Are they affected by cold temps,say november bowhunting?

Thanks again, Dereck


----------



## SARASR (Oct 30, 2009)

I've been shooting FOBs for the past year with no problems with the cold,
theoretically cold air is more dense which would give them more control
but that at archery ranges is probally stretching things a bit I'm in Ma and had temps round bout 20 degrees while shooting with no issue other than my desire to be next to the coal stove
Fobs are great!


----------



## Maxtor (Jan 7, 2007)

I used them this past season for deer hunting and really liked them. Shot two nice bucks with them. I've also been using them a tiny bit for 3D lately too and may shoot them more often once the outdoor 3D kicks off.


----------



## onmedic (May 23, 2004)

Yes i have used fobs.
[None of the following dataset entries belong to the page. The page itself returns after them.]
package io.tallyward.service.rehearse;

import java.util.random.RandomGenerator;

/**
 * Draws from a binomial distribution in time that does not grow with the number of trials. With {@code m} the smaller of
 * the expected successes and failures: below {@value #INVERSION_BELOW} by inversion, adding up probabilities from 0
 * (Kachitvichyanukul and Schmeiser, "Binomial random variate generation", Communications of the ACM 31 (1988) 216-222,
 * algorithm BINV); from there on by transformed rejection with squeeze (Hörmann, "The generation of binomial random
 * variates", Journal of Statistical Computation and Simulation 46 (1993) 101-110, algorithm BTRS, recalled), which needs
 * about 1.15 pairs of uniform numbers for one draw and rarely a logarithm.
 *
 * <p>Exact but for the rounding of its arithmetic. That of the rejection grows with the trials: its probabilities have
 * relative error of about 1e-16 times the trials, which is less than 1e-6 up to 1e10 trials. Same generator, same draws, on
 * every machine.
 */
final class BinomialSampler {

    /** The rejection needs a mean of 10 at least; up to there inversion takes some ten multiplications. */
    private static final double INVERSION_BELOW = 10;

    /** Inversion starts over beyond this: a mean below 10 gets there with a probability below 1e-60. */
    private static final long INVERSION_END = 150;

    private static final double HALF_LOG_TWO_PI = 0.5 * StrictMath.log(2 * StrictMath.PI);

    /** Up to here the remainder of Stirling's series is kept; beyond, three terms of it have error below 1e-13. */
    private static final int TABLED = 64;

    private static final double[] REMAINDERS = remainders();

    private BinomialSampler() {}

    /**
     * The number of successes.
     *
     * @param random the source of chance
     * @param trials 0 or more
     * @param rate probability of a success, in [0, 1]
     */
    static long draw(RandomGenerator random, long trials, double rate) {
        if (trials < 0) {
            throw new IllegalArgumentException("trials: " + trials + " (expected: 0 or more)");
        }
        if (!(rate >= 0 && rate <= 1)) {
            throw new IllegalArgumentException("rate: " + rate + " (expected: in [0, 1])");
        }
        return rate <= 0.5 ? rarer(random, trials, rate) : trials - rarer(random, trials, 1 - rate);
    }

    private static long rarer(RandomGenerator random, long trials, double rate) {
        if (trials == 0 || rate == 0) {
            return 0;
        }
        return trials * rate < INVERSION_BELOW ? inverted(random, trials, rate) : rejected(random, trials, rate);
    }

    private static long inverted(RandomGenerator random, long trials, double rate) {
        double odds = rate / (1 - rate);
        double none = StrictMath.exp(trials * StrictMath.log1p(-rate));
        while (true) {
            double rest = random.nextDouble();
            double probability = none;
            for (long successes = 0; successes <= trials && successes < INVERSION_END; successes++) {
                if (rest < probability) {
                    return successes;
                }
                rest -= probability;
                probability *= odds * (trials - successes) / (successes + 1);
            }
        }
    }

    /** The names of the constants are those of the paper. */
    private static long rejected(RandomGenerator random, long trials, double rate) {
        double deviation = StrictMath.sqrt(trials * rate * (1 - rate));
        double b = 1.15 + 2.53 * deviation;
        double a = -0.0873 + 0.0248 * b + 0.01 * rate;
        double c = trials * rate + 0.5;
        double surelyAccepted = 0.92 - 4.2 / b;
        while (true) {
            double u = random.nextDouble() - 0.5;
            double v = random.nextDouble();
            double edge = 0.5 - StrictMath.abs(u);
            double point = StrictMath.floor((2 * a / edge + b) * u + c);
            if (edge >= 0.07 && v <= surelyAccepted) {
                return (long) point;
            }
            if (!(point >= 0 && point <= trials)) {
                continue;
            }
            double alpha = (2.83 + 5.1 / b) * deviation;
            double height = StrictMath.log(v * alpha / (a / (edge * edge) + b));
            if (height <= logRatioToMode(trials, rate, point)) {
                return (long) point;
            }
        }
    }

    /** Natural logarithm of the probability of {@code k} successes over that of the mode. */
    private static double logRatioToMode(double n, double rate, double k) {
        double odds = rate / (1 - rate);
        double mode = StrictMath.floor((n + 1) * rate);
        return (mode + 0.5) * StrictMath.log((mode + 1) / (odds * (n - mode + 1)))
                + (n + 1) * StrictMath.log((n - mode + 1) / (n - k + 1))
                + (k + 0.5) * StrictMath.log(odds * (n - k + 1) / (k + 1))
                + remainder(mode)
                + remainder(n - mode)
                - remainder(k)
                - remainder(n - k);
    }

    /**
     * {@code log(k!) - (log(2 pi)/2 + (k + 1/2) log(k + 1) - (k + 1))}: what Stirling's formula leaves over.
     *
     * @param k a whole number, 0 or more
     */
    static double remainder(double k) {
        if (k < TABLED) {
            return REMAINDERS[(int) k];
        }
        double inverse = 1 / (k + 1);
        double square = inverse * inverse;
        return inverse * (1.0 / 12 - square * (1.0 / 360 - square / 1260));
    }

    private static double[] remainders() {
        double[] remainders = new double[TABLED];
        double logFactorial = 0;
        for (int k = 0; k < TABLED; k++) {
            logFactorial += k == 0 ? 0 : StrictMath.log(k);
            remainders[k] = logFactorial - (HALF_LOG_TWO_PI + (k + 0.5) * StrictMath.log(k + 1) - (k + 1));
        }
        return remainders;
    }
}
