package io.tallyward.service.rehearse;

import io.tallyward.engine.decide.DecisionMemo;
import io.tallyward.engine.decide.PlanDesign;
import io.tallyward.engine.plan.Plan;
import io.tallyward.engine.plan.Variant;
import java.util.ArrayDeque;
import java.util.LinkedHashMap;
import java.util.Map;
import java.util.concurrent.ExecutionException;
import java.util.concurrent.ExecutorService;
import java.util.concurrent.Executors;
import java.util.concurrent.Future;
import java.util.function.LongConsumer;

/**
 * Carries a plan out many times. Threads share the runs in blocks; the blocks are added up in the order of the runs, so
 * that the report is the same, to the bit, for any number of threads. Immutable; thread-safe.
 */
public final class Rehearsal {

    /** Small enough for progress to show and for threads to end together, large enough to be handed around. */
    private static final int RUNS_PER_BLOCK = 50;

    /** Blocks that may wait for each thread, so that a long rehearsal needs no more memory than a short one. */
    private static final int BLOCKS_AHEAD = 4;

    /** Looks whose bounds a thread remembers: plenty where information is planned, and a few megabytes where it is not. */
    private static final int LOOKS_REMEMBERED = 20_000;

    private final RehearsalRequest request;
    private final RehearsedPlan rehearsed;
    private final RunSimulation simulation;
    private final ThreadLocal<DecisionMemo> memo = ThreadLocal.withInitial(() -> new DecisionMemo(LOOKS_REMEMBERED));
    private final double[] trueDifferences;

    /**
     * Prepares a rehearsal: designs every challenger of the plan.
     *
     * @throws IllegalArgumentException if the plan cannot be designed or rehearsed, or the rates are not one per variant
     */
    public Rehearsal(Plan plan, RehearsalRequest request) {
        if (request.rates().length != plan.variants().size()) {
            throw new IllegalArgumentException("rates: " + request.rates().length + " of them (expected: "
                    + plan.variants().size() + ", one per variant)");
        }
        this.request = request;
        Map<String, PlanDesign> designs = new LinkedHashMap<>();
        for (Variant challenger : plan.challengers()) {
            designs.put(challenger.name(), PlanDesign.of(plan, challenger));
        }
        rehearsed = RehearsedPlan.of(plan, designs, request.perDay());
        simulation = new RunSimulation(rehearsed, request);
        trueDifferences = simulation.trueDifferences();
    }

    /**
     * Carries it out.
     *
     * @param progress is told, on the calling thread, how many more runs are done
     * @throws InterruptedException if the calling thread is interrupted; the work is given up
     */
    public RehearsalReport run(LongConsumer progress) throws InterruptedException {
        ExecutorService workers = Executors.newFixedThreadPool(request.threads());
        try {
            RunStatistics sum = new RunStatistics(trueDifferences.length);
            ArrayDeque<Future<RunStatistics>> ahead = new ArrayDeque<>();
            long next = 0;
            for (long done = 0; done < request.runs(); ) {
                while (next < request.runs() && ahead.size() < BLOCKS_AHEAD * request.threads()) {
                    long first = next;
                    next = Math.min(request.runs(), first + RUNS_PER_BLOCK);
                    long end = next;
                    ahead.add(workers.submit(() -> block(first, end)));
                }
                sum.add(result(ahead.remove()));
                long before = done;
                done = Math.min(request.runs(), done + RUNS_PER_BLOCK);
                progress.accept(done - before);
            }
            return sum.report(rehearsed, trueDifferences);
        } finally {
            workers.shutdownNow();
        }
    }

    private RunStatistics block(long first, long end) throws InterruptedException {
        RunStatistics statistics = new RunStatistics(trueDifferences.length);
        for (long index = first; index < end; index++) {
            if (Thread.interrupted()) {
                throw new InterruptedException("the rehearsal was given up");
            }
            statistics.add(simulation.run(index, memo.get()), trueDifferences);
        }
        return statistics;
    }

    private static RunStatistics result(Future<RunStatistics> block) throws InterruptedException {
        try {
            return block.get();
        } catch (ExecutionException e) {
            throw new IllegalStateException(
                    "a rehearsed run failed: " + e.getCause().getMessage(), e.getCause());
        }
    }
}
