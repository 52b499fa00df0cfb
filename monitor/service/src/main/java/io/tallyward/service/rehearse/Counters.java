package io.tallyward.service.rehearse;

import java.util.EnumMap;
import java.util.Map;

/** Counts of what is named by the constants of an enum. Not thread-safe. */
final class Counters<E extends Enum<E>> {

    private final Map<E, Long> counts;

    Counters(Class<E> type) {
        counts = new EnumMap<>(type);
    }

    /** Counts one if it happened. */
    void count(E what, boolean happened) {
        if (happened) {
            counts.merge(what, 1L, Long::sum);
        }
    }

    void add(Counters<E> later) {
        later.counts.forEach((what, count) -> counts.merge(what, count, Long::sum));
    }

    long get(E what) {
        return counts.getOrDefault(what, 0L);
    }
}
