package io.tallyward.service.rehearse;

import java.time.Duration;
import java.util.ArrayList;
import java.util.List;

/** Sums over runs. Added up block by block in the order of the runs, so that rounding is always the same. Not thread-safe. */
final class RunStatistics {

    private static final double DAY_MILLIS = Duration.ofDays(1).toMillis();

    private final List<ArmStatistics> arms = new ArrayList<>();
    private final Moments looks = new Moments();
    private final Moments trials = new Moments();
    private final Moments days = new Moments();
    private long runs;
    private long rejections;
    private long benefits;
    private long harms;
    private long futile;
    private long withheld;
    private long mismatches;
    private long naiveRejections;

    RunStatistics(int challengers) {
        for (int i = 0; i < challengers; i++) {
            arms.add(new ArmStatistics());
        }
    }

    void add(RunResult run, double[] trueDifferences) {
        runs++;
        boolean rejected = run.any(Ending.BENEFIT) || run.any(Ending.HARM);
        rejections += rejected ? 1 : 0;
        benefits += run.any(Ending.BENEFIT) ? 1 : 0;
        harms += run.any(Ending.HARM) ? 1 : 0;
        withheld += !rejected && run.any(Ending.WITHHELD) ? 1 : 0;
        futile += run.all(Ending.FUTILITY) ? 1 : 0;
        mismatches += run.mismatch() ? 1 : 0;
        naiveRejections += run.arms().stream().anyMatch(RunResult.Arm::naiveRejection) ? 1 : 0;
        looks.add(run.looks());
        trials.add(run.trials());
        days.add(run.millis() / DAY_MILLIS);
        for (int i = 0; i < trueDifferences.length; i++) {
            arms.get(i).add(run.arms().get(i), trueDifferences[i]);
        }
    }

    void add(RunStatistics later) {
        runs += later.runs;
        rejections += later.rejections;
        benefits += later.benefits;
        harms += later.harms;
        futile += later.futile;
        withheld += later.withheld;
        mismatches += later.mismatches;
        naiveRejections += later.naiveRejections;
        looks.add(later.looks);
        trials.add(later.trials);
        days.add(later.days);
        for (int i = 0; i < arms.size(); i++) {
            arms.get(i).add(later.arms.get(i));
        }
    }

    /** The report on at least one run. */
    RehearsalReport report(RehearsedPlan rehearsed, double[] trueDifferences) {
        List<RehearsalReport.Arm> reports = new ArrayList<>();
        for (int i = 0; i < trueDifferences.length; i++) {
            String name = rehearsed.plan().challengers().get(i).name();
            reports.add(arms.get(i).report(name, trueDifferences[i], runs));
        }
        return new RehearsalReport(
                rehearsed.step(),
                rehearsed.steps(),
                rehearsed.arrivals(),
                rate(rejections),
                rate(benefits),
                rate(harms),
                rate(futile),
                rate(runs - rejections - futile - withheld),
                rate(withheld),
                rate(mismatches),
                rate(naiveRejections),
                looks.mean().orElseThrow(),
                trials.mean().orElseThrow(),
                days.mean().orElseThrow(),
                reports);
    }

    private Rate rate(long count) {
        return new Rate(count, runs);
    }
}
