import type { ComponentProps, ReactNode } from "react";
import { describedBy, FieldNotes, type FieldFrameProps } from "./field-frame.tsx";

const labelLook = "flex min-h-6 cursor-pointer items-start gap-2.5 py-1 pointer-coarse:min-h-11 pointer-coarse:items-center";
const boxLook = "mt-px size-4.5 shrink-0 accent-tint pointer-coarse:mt-0";

type CheckboxProps = Omit<ComponentProps<"input">, "id" | "className"> & Pick<FieldFrameProps, "id" | "hint" | "errors" | "className"> & { name: string; label: ReactNode };

export function CheckboxField({ id, label, hint, errors, className = "", ...input }: CheckboxProps) {
  return (
    <div className={className}>
      <label htmlFor={id} className={labelLook}>
        <input id={id} type="checkbox" {...input} {...describedBy({ id, hint, errors })} className={boxLook} />
        <span>{label}</span>
      </label>
      <div className="-mt-1 pl-7">
        <FieldNotes id={id} hint={hint} errors={errors} />
      </div>
    </div>
  );
}

type Choice = { value: string; label: ReactNode; hint?: ReactNode };
type GroupProps = Pick<FieldFrameProps, "id" | "label" | "hint" | "errors" | "className"> & {
  name: string;
  options: readonly Choice[];
  /** In one row where there is room. */
  isInline?: boolean;
  /** Side by side where there is room, aligned. */
  hasColumns?: boolean;
};

function ChoiceGroup({ id, label, options, hint, errors, className = "", isInline = false, hasColumns = false, boxOf }: Omit<GroupProps, "name"> & { boxOf: (value: string) => ReactNode }) {
  const layout = isInline ? "flex flex-wrap gap-x-5" : hasColumns ? "grid grid-cols-[repeat(auto-fill,minmax(min(100%,13rem),1fr))] gap-x-6" : "grid";
  return (
    <fieldset className={`min-w-0 ${className}`} aria-describedby={describedBy({ id, hint, errors })["aria-describedby"]}>
      <legend className="mb-1 text-xs font-semibold text-ink-2">{label}</legend>
      <div className={layout}>
        {options.map((option) => (
          <label key={option.value} className={labelLook}>
            {boxOf(option.value)}
            <span>
              {option.label}
              {option.hint ? <span className="block text-xs text-ink-3">{option.hint}</span> : null}
            </span>
          </label>
        ))}
      </div>
      <FieldNotes id={id} hint={hint} errors={errors} />
    </fieldset>
  );
}

/** A few choices, one of them. */
export function RadioGroupField({ name, defaultValue, ...group }: GroupProps & { defaultValue?: string }) {
  return (
    <ChoiceGroup
      {...group}
      boxOf={(value) => <input type="radio" name={name} value={value} defaultChecked={value === defaultValue} aria-invalid={group.errors?.length ? true : undefined} className={boxLook} />}
    />
  );
}

/** A few choices, any of them: each one ticked is sent under the same name. */
export function CheckboxGroupField({ name, defaultValues = [], ...group }: GroupProps & { defaultValues?: readonly string[] }) {
  return (
    <ChoiceGroup
      {...group}
      boxOf={(value) => <input type="checkbox" name={name} value={value} defaultChecked={defaultValues.includes(value)} aria-invalid={group.errors?.length ? true : undefined} className={boxLook} />}
    />
  );
}
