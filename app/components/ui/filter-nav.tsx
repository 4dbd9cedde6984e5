import { Link } from "react-router";

type FilterNavProps<Value extends string> = { label: string; base: string; /** The address's parameter. */ name: string; current: Value | null; choices: ReadonlyArray<{ value: Value | null; label: string }> };

/** Groups of a list, as links that change its address. */
export function FilterNav<Value extends string>({ label, base, name, current, choices }: FilterNavProps<Value>) {
  return (
    <nav aria-label={label} className="no-print mb-3 flex flex-wrap gap-2">
      {choices.map(({ value, label: words }) => (
        <Link
          key={value ?? "all"}
          to={value ? `${base}?${name}=${value}` : base}
          aria-current={value === current ? "page" : undefined}
          className={`rounded-md border px-3 py-1.5 no-underline ${value === current ? "border-tint bg-tint-bg font-semibold text-tint" : "border-rule-2 bg-sheet text-ink-2"}`}
        >
          {words}
        </Link>
      ))}
    </nav>
  );
}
Also on youtube under fob bear, i have a video of a bear being taken with fobs, it was also on starrflight.com but not sure about now, haven't seen it in awhile.


----------



## TobaBow (Feb 19, 2005)

Thanks guys for posting. I wonder if fobs will work with my apa twister rest? if not my tt shakyhunter should do.

Thanks again, Dereck


----------



## XXX_Shooter (Aug 30, 2009)

I have been using FOBS for 2 years know and there awesome. I have taken a few deer with them too. Amazing product. To shoot the fobs you have to shoot a drop away like the trophy taker original for example. But give them a whirl you will be amazed.....


----------



## TobaBow (Feb 19, 2005)

I'm going to try them this spring. It will be interesting to find out if they perform as good as they say in the wind,3-D/fita!
Thanks guys, Dereck
PS; Ya Team Canada Ya


----------



## Slugman (Jan 12, 2010)

*Fobs*

Ditto here for me, nothing but good things to say about them and the customer service!:thumbs_up


----------